EXERCISE DETAILS — Collect every line of the records below that contains the word "scenario".

*** SUPPLIED MATERIAL Section Begins ***

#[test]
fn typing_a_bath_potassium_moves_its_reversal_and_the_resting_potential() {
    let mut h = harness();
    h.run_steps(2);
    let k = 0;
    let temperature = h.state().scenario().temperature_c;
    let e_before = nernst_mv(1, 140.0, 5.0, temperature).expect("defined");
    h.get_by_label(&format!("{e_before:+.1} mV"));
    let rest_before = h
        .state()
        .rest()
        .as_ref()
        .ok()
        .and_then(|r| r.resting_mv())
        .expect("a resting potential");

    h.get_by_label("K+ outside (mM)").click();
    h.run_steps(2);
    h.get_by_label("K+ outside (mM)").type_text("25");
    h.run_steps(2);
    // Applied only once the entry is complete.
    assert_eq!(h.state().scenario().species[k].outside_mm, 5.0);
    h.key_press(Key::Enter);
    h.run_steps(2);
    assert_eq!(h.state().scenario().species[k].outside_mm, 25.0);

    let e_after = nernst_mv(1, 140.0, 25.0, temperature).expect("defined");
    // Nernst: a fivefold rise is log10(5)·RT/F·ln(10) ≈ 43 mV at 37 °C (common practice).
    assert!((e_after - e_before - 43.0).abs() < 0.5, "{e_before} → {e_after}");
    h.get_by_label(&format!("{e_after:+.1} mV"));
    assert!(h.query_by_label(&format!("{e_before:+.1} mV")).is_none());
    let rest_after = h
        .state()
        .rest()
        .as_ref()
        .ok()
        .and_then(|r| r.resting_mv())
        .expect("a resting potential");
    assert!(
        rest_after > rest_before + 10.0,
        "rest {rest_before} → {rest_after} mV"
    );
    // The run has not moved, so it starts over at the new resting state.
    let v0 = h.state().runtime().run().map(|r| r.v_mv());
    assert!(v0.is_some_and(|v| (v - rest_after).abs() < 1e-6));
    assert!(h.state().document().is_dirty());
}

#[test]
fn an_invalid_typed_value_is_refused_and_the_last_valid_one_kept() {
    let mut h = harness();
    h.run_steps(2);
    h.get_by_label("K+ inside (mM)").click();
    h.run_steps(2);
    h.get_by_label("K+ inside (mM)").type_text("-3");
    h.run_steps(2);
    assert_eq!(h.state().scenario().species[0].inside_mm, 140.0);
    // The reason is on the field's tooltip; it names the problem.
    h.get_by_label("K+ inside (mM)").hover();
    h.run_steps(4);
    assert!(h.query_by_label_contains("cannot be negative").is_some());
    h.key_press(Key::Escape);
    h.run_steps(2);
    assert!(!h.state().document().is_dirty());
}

*** SUPPLIED MATERIAL Section Ends ***

EXERCISE SOLUTION —
    let temperature = h.state().scenario().temperature_c;
    assert_eq!(h.state().scenario().species[k].outside_mm, 5.0);
    assert_eq!(h.state().scenario().species[k].outside_mm, 25.0);
    assert_eq!(h.state().scenario().species[0].inside_mm, 140.0);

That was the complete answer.